Lors de la cérémonie, qu'elle soit religieuse ou laïque, les rites comprennent des lectures, des musiques, des gestes comme le dépôt de fleurs sur le cercueil et autres…
Les messes traditionnelles ont leurs propres rituels, très codifiés. Elles ne laissent pas de place à la personnalisation des témoignages et des gestes à l'attention du défunt. C'est différent pour les cérémonies religieuses, plus personnelles.
Le rituel et l'après
Les rituels sont précieux après le décès et les funérailles. Je vous en ai partagé plusieurs tout au long de cet article. Nous en avons d'autres, comme ce repas « à la bonne franquette » avec un bon vin rouge, pris ensemble le jour anniversaire de la mort de mon père…
Ils incitent au souvenir et à la commémoration. Ils peuvent avoir lieu à la date anniversaire de naissance ou de mort de l'être cher voire à d'autres moments.
Ce sont là encore des espaces de recueillement, de regroupement. Ils honorent la vie partagée et l'amour porté à la personne décédée.
Ils sont maintenus pour ne pas oublier, pour garder le lien et garantir une place privilégiée à la personne disparue.
Les rituels
Dans un précédent article « Célébration funéraire », je projetais ce que pourrait être la célébration funéraire en mon honneur, j'y avais noté un rituel inventé par moi-même : « Alors que les porteurs de tambour se mettent à jouer, chaque personne souhaitant participer au rituel d'au revoir se lève et vient près de l'urne. Il écrit de son doigt dans l'air et l'invisible où je serai déjà et dans l'éphémère, témoin de mon passage, le mot qu'il souhaite déposer à mon attention. »
Un autre rituel que j'aime particulièrement est celui de la barque. Cette barque est matérialisée par une coque de bignone (fleur). Ce rituel peut être individuel ou collectif. La coque est prise dans ses mains, un temps est accordé à la transmission de l'intention comme pour la déposer au cœur de ce petit bateau prêt au voyage. Puis vient le moment du départ, la barque est confiée à la mer ou la rivière selon l'environnement. Je ne m'étalerais pas sur la symbolique confiée lors de la réalisation du rituel mais je voulais juste vous en donner l'image et pourquoi pas l'idée.

Les rituels sont une voie à la créativité.

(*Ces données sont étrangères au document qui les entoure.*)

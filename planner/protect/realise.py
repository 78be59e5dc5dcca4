"""Realising a placement: the split made of standard values, a sized project's ``clamps:`` requests.

The search places a split at a continuous resistance; a buildable plan needs
preferred values. For an explicit network :func:`realise_explicit` replaces the
split resistor by standard-value parts whose sum stays on its value; for a
sized project :func:`realise_sized` writes the placement as ``clamps:`` requests
and lets the sizer lay it out. :func:`final` evaluates a realised point again at
the reported rows' phase resolution.

Public API
----------
:func:`split_values`, :func:`realise_explicit`, :func:`sized_clamps`,
:func:`sized_network`, :func:`sized_watch`, :func:`realise_sized`, :func:`final`.
"""

from __future__ import annotations

import math
from dataclasses import replace

from .. import eseries
from .. import network as nw
from ..errors import ProjectError
from ..model import ClampRequest, Diode, NetworkSpec, Resistor
from ..sizing import choose_value, size
from .candidates import Combo, Site
from .context import SearchContext
from .evaluate import (EXCEED, REPORT_PHASE_POINTS, Point, Topology, feasible, feasible_alone, run, topology,
                       topology_of)
from .ordering import lex_best
from .search import REFINE_XTOL_REL, SPLIT_HI, SPLIT_LO

__all__ = [
    "REALISE_TRIES",
    "failing_hint",
    "final_topology",
    "split_values",
    "realise_explicit",
    "sized_clamps",
    "sized_network",
    "sized_watch",
    "realise_sized",
    "placed_diodes",
    "final",
]

#: Lower split values tried when the split is made of standard values.
REALISE_TRIES = 4


# --- an explicit network ----------------------------------------------------------------------


def split_values(ctx: SearchContext, site: Site, r_star: float, r_cap: float) -> list[tuple[tuple, tuple]]:
    """Standard-value splits near ``r_star`` whose sum stays on the resistor's value.

    Returns up to :data:`REALISE_TRIES` (upper parts, lower parts) pairs, the lower
    value nearest ``r_star`` first, never above ``r_cap``: the lower part a single
    value of the project's series, the upper a single value (or, when no single
    value keeps the sum within the sizer's allowed error, the pair
    :func:`planner.sizing.choose_value` makes).

    References
    ----------
    IEC 60063:2015, *Preferred number series for resistors and capacitors*.
    """
    total = site.r_ohm
    series = ctx.series
    allowed = ctx.allowed
    lows = []
    try:
        lows = eseries.values_in(series, max(r_star / 1.6, total * SPLIT_LO * 0.5), min(r_cap, total * SPLIT_HI))
    except ValueError:
        lows = []
    lows = sorted(set(lows), key=lambda v: (abs(math.log(v / r_star)), v))
    singles, pairs = [], []
    for lo in lows:
        rest = total - lo
        if rest <= 0:
            continue
        up = eseries.nearest(series, rest)
        if abs(lo + up - total) <= allowed * total * EXCEED:
            singles.append(((up,), (lo,)))
        elif len(pairs) < REALISE_TRIES:
            ch = choose_value(series, rest, allowed * total / rest)
            if len(ch.units) <= 2 and all(len(u) == 1 for u in ch.units) and \
                    abs(lo + ch.value - total) <= allowed * total * EXCEED:
                pairs.append((tuple(u[0] for u in ch.units), (lo,)))
        if len(singles) >= REALISE_TRIES:
            break
    return singles[:REALISE_TRIES] if singles else pairs[:REALISE_TRIES]


def realise_explicit(ctx: SearchContext, p: Point, topo: Topology | None) -> Point | None:
    """The point's split made of standard values, evaluated on the realised values.

    The candidates of :func:`split_values` whose upper and lower parts are single
    values are solved in one batch on the combo's grid topology (its two parts
    scaled to the standard values), the others one by one on their own network;
    the feasible one with the least worst multiple is kept.
    """
    if p.combo.site.kind != "split":
        return p
    memo = topo.memo if topo is not None else {}
    cap = p.r  # the feasible edge: the largest feasible r evaluated next to the point
    for x, mx in sorted(memo.items()):
        if x <= p.r:
            continue
        if not feasible(ctx, mx)[0]:
            break
        cap = x
    cands = split_values(ctx, p.combo.site, p.r, cap * (1 + REFINE_XTOL_REL))
    if not cands:
        return None
    out = []
    single = [c for c in cands if len(c[0]) == 1 and len(c[1]) == 1]
    if single and ctx.room(len(single)):
        t = topo if topo is not None else topology(ctx, p.combo)
        m = run(ctx, t, pairs=([c[0][0] for c in single], [c[1][0] for c in single]))
        feas = feasible(ctx, m)
        for i, (upper, lower) in enumerate(single):
            out.append(Point(p.combo, float(sum(lower)), m.row(i), bool(feas[i]), upper, lower, stage="realised"))
    for upper, lower in cands:
        if (upper, lower) in single or not ctx.room(1):
            continue
        t = topology(ctx, p.combo, upper=upper, lower=lower)
        m = run(ctx, t)
        out.append(Point(p.combo, float(sum(lower)), m, bool(feasible(ctx, m)[0]), upper, lower, stage="realised"))
    if not out:
        return None
    pool = [q for q in out if q.feasible] or out
    return min(lex_best(pool, lambda q: q.multiples),
               key=lambda q: (q.score, abs(sum(q.upper) + sum(q.lower) - p.combo.site.r_ohm), q.r))


# --- a sized project --------------------------------------------------------------------------


def sized_clamps(ctx: SearchContext, combo: Combo, r: float | None) -> tuple[ClampRequest, ...]:
    """The ``clamps:`` requests that make a combo in a sized project.

    The sizer orients a request's ``forward`` diodes anode toward the tap and its
    ``reverse`` diodes cathode toward the tap; a zener working in breakdown in the
    forward direction is therefore a ``reverse`` request, and the other way round.
    """
    at = "movement" if combo.site.kind == "movement" else float(r)
    pair = ()
    if combo.site.pair is not None:
        pair = (ClampRequest(at="movement", forward=combo.site.pair, reverse=combo.site.pair, count=1),)
    out = []
    for direction, st in (("forward", combo.forward), ("reverse", combo.reverse)):
        if st is None:
            continue
        anode_toward = (direction == "forward") == (st.mode == "junction")
        key = "forward" if anode_toward else "reverse"
        out.append({"key": key, "model": st.model, "count": st.count})
    if len(out) == 2 and out[0]["key"] != out[1]["key"] and out[0]["model"] == out[1]["model"] \
            and out[0]["count"] == out[1]["count"]:
        kw = {out[0]["key"]: out[0]["model"], out[1]["key"]: out[1]["model"]}
        return pair + (ClampRequest(at=at, forward=kw.get("forward"), reverse=kw.get("reverse"),
                                    count=out[0]["count"]),)
    return pair + tuple(ClampRequest(at=at, forward=o["model"] if o["key"] == "forward" else None,
                                     reverse=o["model"] if o["key"] == "reverse" else None, count=o["count"])
                        for o in out)


def sized_network(ctx: SearchContext, clamps) -> NetworkSpec:
    """The network the sizer builds for the project with these ``clamps:`` requests."""
    return size(replace(ctx.spec, clamps=tuple(clamps))).network


def sized_watch(net: NetworkSpec) -> tuple:
    """The parts of the sizer's clamp-tap segment and of the segment it splits off (their power counts)."""
    tap = {e.name: e for e in net.elements if isinstance(e, Resistor) and e.group and e.group.startswith("tap ")}
    nodes = {n for e in tap.values() for n in e.nodes if n.startswith("tap")}
    above = {e.group for e in net.elements if isinstance(e, Resistor) and e.name not in tap and set(e.nodes) & nodes}
    return tuple(e.name for e in net.elements if isinstance(e, Resistor) and (e.name in tap or e.group in above))


def realise_sized(ctx: SearchContext, p: Point) -> Point | None:
    """The point as a ``clamps:`` request, sized by the sizer and judged.

    A split's tap goes to the standard value at or below the search's
    resistance, and one step lower each time the sized result is infeasible
    (at most :data:`REALISE_TRIES` tries), unless what failed is the rating
    of a diode the placement does not hold (:func:`placed_diodes`: a
    protection part's, such as a ring crowbar's): a lower tap moves the
    clamp's error and its own diodes' stress, not another part's. Each try
    is judged for feasibility
    alone (:func:`planner.protect.evaluate.feasible_alone`, which stops at the
    first position that fails): the point returned for a split carries no
    metrics (``metrics`` None), :func:`final` evaluates it.
    """
    if p.combo.site.kind != "split":
        clamps = sized_clamps(ctx, p.combo, None)
        net = sized_network(ctx, clamps)
        topo = topology_of(ctx, net)
        if not ctx.room(1):
            return p
        m = run(ctx, topo)
        return Point(p.combo, None, m, bool(feasible(ctx, m)[0]), stage="realised", clamps=clamps, net=net)
    best = None
    # a standard value for the tap, so the sizer makes the tap segment of one part
    r = eseries.at_or_below(ctx.series, p.r)
    first = failing_hint(p)
    for _ in range(REALISE_TRIES):
        if not ctx.room(1):
            break
        clamps = sized_clamps(ctx, p.combo, r)
        try:
            net = sized_network(ctx, clamps)
        except ProjectError:
            break
        topo = topology_of(ctx, net, sized_watch(net))
        ok, _ = feasible_alone(ctx, topo, first=first)
        tap = [e for e in net.elements if isinstance(e, Resistor) and e.group == "tap 1"]
        # the sizer's node of the (only) clamp tap is "tap1"; the segment above it ends there
        above = {e.group for e in net.elements if isinstance(e, Resistor) and e.group not in (None, "tap 1")
                 and "tap1" in e.nodes}
        upper = tuple(e.value_ohm for e in net.elements if isinstance(e, Resistor) and e.group in above)
        q = Point(p.combo, r, None, ok, upper=upper, lower=tuple(e.value_ohm for e in tap),
                  stage="realised", clamps=clamps, net=net)
        if best is None or (q.feasible and not best.feasible):
            best = q
        if q.feasible or (ctx.failed_part is not None and ctx.failed_part not in placed_diodes(net, p.combo)):
            break  # (a part the placement does not hold failed: a lower tap leaves it as it is)
        r = eseries.at_or_below(ctx.series, r * (1.0 - 1e-9))
    return best


def placed_diodes(net: NetworkSpec, combo: Combo) -> set:
    """The diodes of a sized network that make a split placement: those joined by diodes alone, not through
    the movement's common side, to the sizer's clamp tap (``tap1``) or, with a movement pair, to the movement.

    The network's other clamp diodes are protection parts (a ring crowbar's stacks, joined to the rest
    through the common side alone)."""
    mov = nw.movement_element(net)
    reach = {"tap1"} | ({mov.a} if combo.site.pair is not None else set())
    diodes = [e for e in net.elements if isinstance(e, Diode) and e.clamp]
    grown = True
    while grown:
        grown = False
        for d in diodes:
            if d.anode in reach or d.cathode in reach:
                for n in d.nodes:
                    if n != mov.b and n not in reach:
                        reach.add(n)
                        grown = True
    return {d.name for d in diodes if any(n in reach and n != mov.b for n in d.nodes)}


# --- the reported pass ------------------------------------------------------------------------


def failing_hint(p: Point) -> tuple:
    """The position where a point's clamp diodes were stressed most (judged first when it is realised)."""
    case = p.metrics.stress_case[0] if p.metrics is not None and p.metrics.stress_case else None
    return (case[0],) if case else ()


def final_topology(ctx: SearchContext, p: Point) -> tuple[Topology, tuple | None]:
    """The realised network of a point, ready to run, and its ``clamps:`` requests (sized projects)."""
    clamps = None
    if ctx.sized:
        clamps = p.clamps or sized_clamps(ctx, p.combo, p.r)
        net = p.net if p.net is not None else sized_network(ctx, clamps)
        topo = topology_of(ctx, net, sized_watch(net))
    elif p.combo.site.kind == "split" and p.lower is not None:
        topo = topology(ctx, p.combo, upper=p.upper, lower=p.lower)
    else:
        topo = topology(ctx, p.combo)
    return topo, clamps


def final(ctx: SearchContext, p: Point, *, feasible_only: bool = False, first=()) -> Point | None:
    """The point evaluated again on its realised network, :data:`REPORT_PHASE_POINTS` per sine cycle.

    With ``feasible_only``, an infeasible point is only found out (position by
    position, :func:`planner.protect.evaluate.feasible_alone`, the positions in
    ``first`` judged first) and None returned; a feasible one is evaluated in full
    on the positions already solved. Either way it counts one row of the final pass.
    """
    topo, clamps = final_topology(ctx, p)
    if feasible_only:
        ok, _ = feasible_alone(ctx, topo, n_phase=REPORT_PHASE_POINTS, count=False, first=first)
        if not ok:
            return None
        m = run(ctx, topo, n_phase=REPORT_PHASE_POINTS, count=None)
    else:
        m = run(ctx, topo, n_phase=REPORT_PHASE_POINTS, count=False)
    return Point(p.combo, p.r, m, bool(feasible(ctx, m)[0]), p.upper, p.lower, stage="final", clamps=clamps)
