def _final_rows(ctx: SearchContext, points: list, evaluated: dict, across: Combo,
                parallel: bool | None = False) -> tuple[list[dict], tuple]:
    """The rows of the best feasible placements, made of standard values and evaluated again.

    Up to twice :data:`PARETO_ROWS` placements, best first (the clamps across the
    movement, ``across``, left out: their row is made apart), each realised
    (:mod:`planner.protect.realise`) and evaluated at the reported resolution;
    a placement that realises to a row already there is left out, and so is an
    infeasible one (only feasible rows enter the Pareto table: it is found out
    at its first failing position, :func:`planner.protect.evaluate.feasible_alone`).
    With ``parallel``, this process realises the placements from the front of the
    list and a forked child from the back until they meet
    (:class:`planner.background.Deal`); the rows are then taken in order. The
    child first makes the baselines (:func:`_baselines`; here without a child).

    Returns
    -------
    rows : list of dict
        The candidates' rows, best first.
    baselines : tuple
        What :func:`_baselines` returns.
    """
    finals = []
    seen = {row_key(across, None)}
    ctx.say("standard values for the best placements")
    best_first = ranked([p for p in points if p.feasible])
    todo = [p for p in best_first[:2 * PARETO_ROWS] if p.combo.key() != across.key()]

    def task(i):
        # in the worker: one placement realised and judged, with what it added to the counts
        before = (ctx.evaluated, ctx.reevaluated)
        q, fq = _realised(ctx, todo[i], evaluated)
        return q, fq, (ctx.evaluated - before[0], ctx.reevaluated - before[1])

    # a placement costs at most 2 x REALISE_TRIES evaluations: with room for all of them the cap cannot
    # stop the pass, so the placements are independent and may be realised by two processes side by side
    room = ctx.max_candidates - ctx.evaluated >= 2 * REALISE_TRIES * len(todo)
    deal = Deal(len(todo))

    def theirs():
        # in a forked child: the baselines, then the placements from the back of the list, with what each
        # added to the counts
        return _baselines(ctx, across), {i: task(i) for i in iter(deal.back, None)}

    with beside(theirs, str, parallel=parallel if room and len(todo) > 1 else False) as other:
        mine = {i: _realised(ctx, todo[i], evaluated) for i in iter(deal.front, None)}
        both, error = other.result()
    baselines, got = both if error is None else (_baselines(ctx, across), {})
    for i, p in enumerate(todo):
        if i in mine:
            q, fq = mine[i]
        elif i in got:
            q, fq, (n_eval, n_re) = got[i]
            ctx.evaluated += n_eval
            ctx.reevaluated += n_re
        else:  # the child failed: realised here
            q, fq = _realised(ctx, p, evaluated)
        if q is None:
            continue
        if fq is None:
            seen.add(row_key(q.combo, q.r))
            continue
        row = placement_row(ctx, "candidate", fq, clamps=fq.clamps)
        if row["key"] not in seen:
            seen.add(row["key"])
            finals.append(row)
    return finals, baselines
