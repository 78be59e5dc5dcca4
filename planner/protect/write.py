"""Writing the chosen placement back: the project file with its clamps replaced.

:func:`protected_text` makes the text (an explicit network gets a new
``network:`` section, a sized project a new ``clamps:`` section; the old one stays
as comments, :mod:`planner.writer`); :func:`write_protected` validates it as any
command would and writes it through :func:`planner.fsio.emit`.

Public API
----------
:func:`protected_text`, :func:`write_protected`.
"""

from __future__ import annotations

from .. import writer
from ..design import Design, as_design, build
from ..errors import ProjectError, UsageError
from ..fsio import emit
from ..model import ClampRequest, Spec
from ..project import loads
from .candidates import Combo, Site, Stack, place_clamp, sites
from .context import SearchContext
from .judged import with_protection
from .report import multiple_text, si_text

__all__ = ["protected_text", "write_protected"]


def _site_of(ctx: SearchContext, row: dict) -> Site:
    """The project's site a result row names."""
    for s in sites(ctx):
        if s.label == row["site"]:
            return s
    raise UsageError(f"the result names the site '{row['site']}', which this project does not have; "
                     "run the search on this project again")


def _stack_of(d: dict | None) -> Stack | None:
    """A stack from its row entry (:meth:`Stack.as_dict`), None for none."""
    return None if d is None else Stack(d["model"], int(d["count"]), d.get("mode", "junction"))


def _header(result: dict, row: dict) -> list[str]:
    """Comment lines that say what the search chose and what it gains."""
    b = result["baseline"]["across_movement"]
    where = row["site"] + (f" at {si_text(row['split_ohm'], 'ohm', 4)} above the movement"
                           if row["site_kind"] == "split" else "")
    return [
        f"# Clamp placement chosen by the protection search: {where}, forward "
        f"{row.get('forward_part') or 'none'}, reverse {row.get('reverse_part') or 'none'}.",
        f"# Worst movement multiple over the fault stimuli {multiple_text(b['worst_movement_multiple'])} x (clamps "
        f"across the movement) -> {multiple_text(row['worst_movement_multiple'])} x; clamp error at the hottest "
        f"ambient {row['hot_linearity_error_pct']:.3f} % of full scale ({100 * row['share_of_class']:.1f} % of class).",
        f"# {result['candidates_evaluated']} candidates evaluated. Check with 'planner faults' and 'planner check'.",
    ]


def _element_notes(ctx: SearchContext, combo: Combo, net, clamp: tuple, watch: tuple) -> dict[str, str]:
    """A comment for each new part: which clamp diode it is, which side of the tap a split part is."""
    notes = {}
    names = list(clamp)
    node = combo.site.node if combo.site.kind == "tap" else ctx.tap_node
    where = "across the movement" if combo.site.kind == "movement" else f"at {node}"
    if combo.site.pair is not None:
        notes[names.pop(0)] = "clamp across the movement, forward"
        notes[names.pop(0)] = "clamp across the movement, reverse"
    for direction, st in (("forward", combo.forward), ("reverse", combo.reverse)):
        for k in range(st.count if st else 0):
            zener = ", zener in breakdown" if st.mode == "breakdown" else ""
            notes[names.pop(0)] = f"clamp {where}, {direction}{zener}" + (f" ({k + 1} of {st.count})"
                                                                           if st.count > 1 else "")
    for n in watch:
        if n not in clamp:
            e = net.element(n)
            notes[n] = f"{e.group}, {'below' if e.b == combo.site.node else 'above'} the clamp tap"
    return notes


def protected_text(design: Design | Spec, result: dict) -> str:
    """The project file with the chosen clamp placement written in.

    Parameters
    ----------
    design : Design
        The design the search ran on (its project loaded from a file: the text is kept).
    result : dict
        What :func:`planner.protect.protect_project` returned for it.

    Returns
    -------
    str
        For an explicit network: the file with its ``network:`` section replaced
        (the split resistor by its two standard-value parts, the old clamp diodes
        by the new ones with fresh designators); for a sized project: the file
        with its ``clamps:`` section replaced. The old section stays as comments.

    Raises
    ------
    ProjectError
        When the spec carries no file text.
    UsageError
        When the result has no chosen placement.
    """
    design = as_design(design)
    spec = design.spec
    if not spec.text:
        raise ProjectError("the project has no file text to extend; load it from a file (planner.project.load) first",
                           spec.path)
    row = result.get("chosen")
    if not row:
        raise UsageError("the search found no placement that meets the requirement, so there is nothing to write; "
                         "raise the share of the class or add lower-leakage diode models")
    ctx = SearchContext(design)
    header = _header(result, row)
    if ctx.sized:
        clamps = tuple(ClampRequest(at=c["at"] if isinstance(c["at"], str) else float(c["at"]),
                                    forward=c["forward"], reverse=c["reverse"], count=int(c["count"]))
                       for c in row["clamps"])
        return writer.replace_sections(spec.text, ("clamps",), writer.clamp_lines(clamps), header=header,
                                       record="# The clamps before the protection search (kept for the record):")
    combo = Combo(_site_of(ctx, row), _stack_of(row.get("forward")), _stack_of(row.get("reverse")))
    parts = row.get("split_parts_ohm")
    kw = {"upper": tuple(parts["upper"]), "lower": tuple(parts["lower"])} if parts else {}
    if combo.site.kind == "split" and not parts:
        raise UsageError("the chosen split has no standard values; run the search again")
    net, clamp, watch, _ = place_clamp(ctx, combo, **kw)
    notes = _element_notes(ctx, combo, net, clamp, watch)
    return writer.replace_sections(spec.text, ("network",), writer.network_lines(net, notes), header=header,
                                   record="# The network before the protection search (kept for the record):")


def write_protected(design: Design | Spec, result: dict, out_path) -> str:
    """Write the project with the chosen clamp placement to a new file.

    Parameters
    ----------
    design : Design
        The design the search ran on (its project loaded from a file).
    result : dict
        What :func:`planner.protect.protect_project` returned.
    out_path : str or path-like
        Where to write (``-``: standard output); never the project file itself.

    Returns
    -------
    str or None
        The text written; None when neither a clamp placement nor protection parts
        protect better than the project as given (nothing is written: a plan that
        protects worse than its input is never written).

    Raises
    ------
    UsageError
        When ``out_path`` is the input file or cannot be written, or the result
        has no chosen placement.

    Notes
    -----
    The text is loaded and validated (:func:`planner.project.loads`, the graph
    checks; for a sized project the sizer runs on it) before it is written,
    through :func:`planner.fsio.emit` (atomically to a file, or to standard output).
    """
    design = as_design(design)
    spec = design.spec
    parts = (result.get("matrix") or {}).get("chosen_parts")
    if not result.get("chosen") and parts is None:
        return None  # nothing protects better than the project as given: nothing is written
    if not spec.text:
        raise ProjectError("the project has no file text to extend; load it from a file (planner.project.load) first",
                           spec.path)
    text = protected_text(design, result) if result.get("chosen") else spec.text
    if parts is not None:
        m = parts["matrix"]
        text = with_protection(text, parts, header=[
            f"# Protection parts chosen by the search: {parts['label']}; the misrange matrix then has "
            f"{m['failing']} failing cases (worst ratio {m['worst_ratio']:.3g}), price in accuracy "
            f"{parts['price_pct']:.3f} % of full scale at the hottest ambient."])
    build(loads(text, str(out_path)))  # sizes and checks it as any command would
    emit(out_path, text, protect=[spec.path] if spec.path else [])
    return text
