def run_many(decks: Sequence[str], timeout: float = 600.0, *, variants: Sequence | None = None,
             stats: dict | None = None, partial: bool = False) -> list:
    """Run many decks in one ngspice process (``source`` each, run, write), in order.

    Parameters
    ----------
    decks : sequence of str
    timeout : float
        Seconds before the ngspice process is stopped.
    variants : sequence, optional
        One entry per deck: None (run the deck as written), or a list of variants,
        each a mapping of factors by designator (resistors and the coil: ``alter``
        of the deck's ``* value:`` resistance; diodes: ``altermod`` of I_s). The deck
        is read once and run once per variant (a designator the deck does not
        contain is ignored, as the engine ignores it).
    stats : dict, optional
        Receives ``seconds``: the wall time of the ngspice process.
    partial : bool
        Return None for a run that did not converge (fewer points than asked for)
        instead of raising :class:`SpiceError`.

    Returns
    -------
    list
        Per deck: an array as :func:`run` returns it, or, with variants, a list of
        such arrays, one per variant.
    """
    variants = list(variants) if variants is not None else [None] * len(decks)
    if len(variants) != len(decks):
        raise ValueError("variants needs one entry per deck")
    with tempfile.TemporaryDirectory(prefix="planner-spice-") as tmp:
        script = ["planner batch", ".control", "set wr_singlescale", "set wr_vecnames", "option numdgt=17"]
        for i, (deck, var) in enumerate(zip(decks, variants)):
            body, ctrl = _split_control(deck)
            with open(os.path.join(tmp, f"deck{i}.cir"), "w") as f:
                f.write(body)
            script.append(f"source deck{i}.cir")
            runs = [None] if var is None else [_alter_lines(deck, v) for v in var]
            for k, alters in enumerate(runs):
                script += alters or []
                name = f"out{i}.data" if var is None else f"out{i}_{k}.data"
                for line in ctrl:
                    if line.startswith("wrdata "):
                        line = line.replace(OUT_FILE, name, 1)
                    script.append(line)
                script.append("destroy all")
            script.append("remcirc")
        script += [".endc", ".end", ""]
        main = os.path.join(tmp, "main.cir")
        with open(main, "w") as f:
            f.write("\n".join(script))
        t0 = time.perf_counter()
        proc = subprocess.run([NGSPICE or "ngspice", "-b", main], cwd=tmp, capture_output=True,
                              text=True, timeout=timeout)
        if stats is not None:
            stats["seconds"] = time.perf_counter() - t0

        def one(name, deck, what):
            out = os.path.join(tmp, name)
            try:
                if not os.path.exists(out):
                    raise SpiceError(f"ngspice wrote nothing for {what} (exit {proc.returncode}):\n"
                                     f"{proc.stdout[-2000:]}\n{proc.stderr[-2000:]}")
                return _check(deck, _read(out, proc), f"{what}: ")
            except SpiceError:
                if partial:
                    return None
                raise

        results = []
        for i, (deck, var) in enumerate(zip(decks, variants)):
            if var is None:
                results.append(one(f"out{i}.data", deck, f"deck {i}"))
            else:
                results.append([one(f"out{i}_{k}.data", deck, f"deck {i} variant {k}") for k in range(len(var))])
        return results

Le rituel : rencontre et communication
Je terminerais cet article de blog sur les rituels en soulignant l'importance des rites dans leur capacité à fédérer, à ouvrir des espaces de rencontre et de communication. Ils sont une porte à pousser pour accéder à la création de moments forts et partagés, de souvenirs prégnants et indélébiles.
Ce que j'aime avant tout dans les rituels, c'est la simplicité avec laquelle ils peuvent prendre place, prendre vie et animer naturellement tout ce qui doit l'être en nous et entre nous.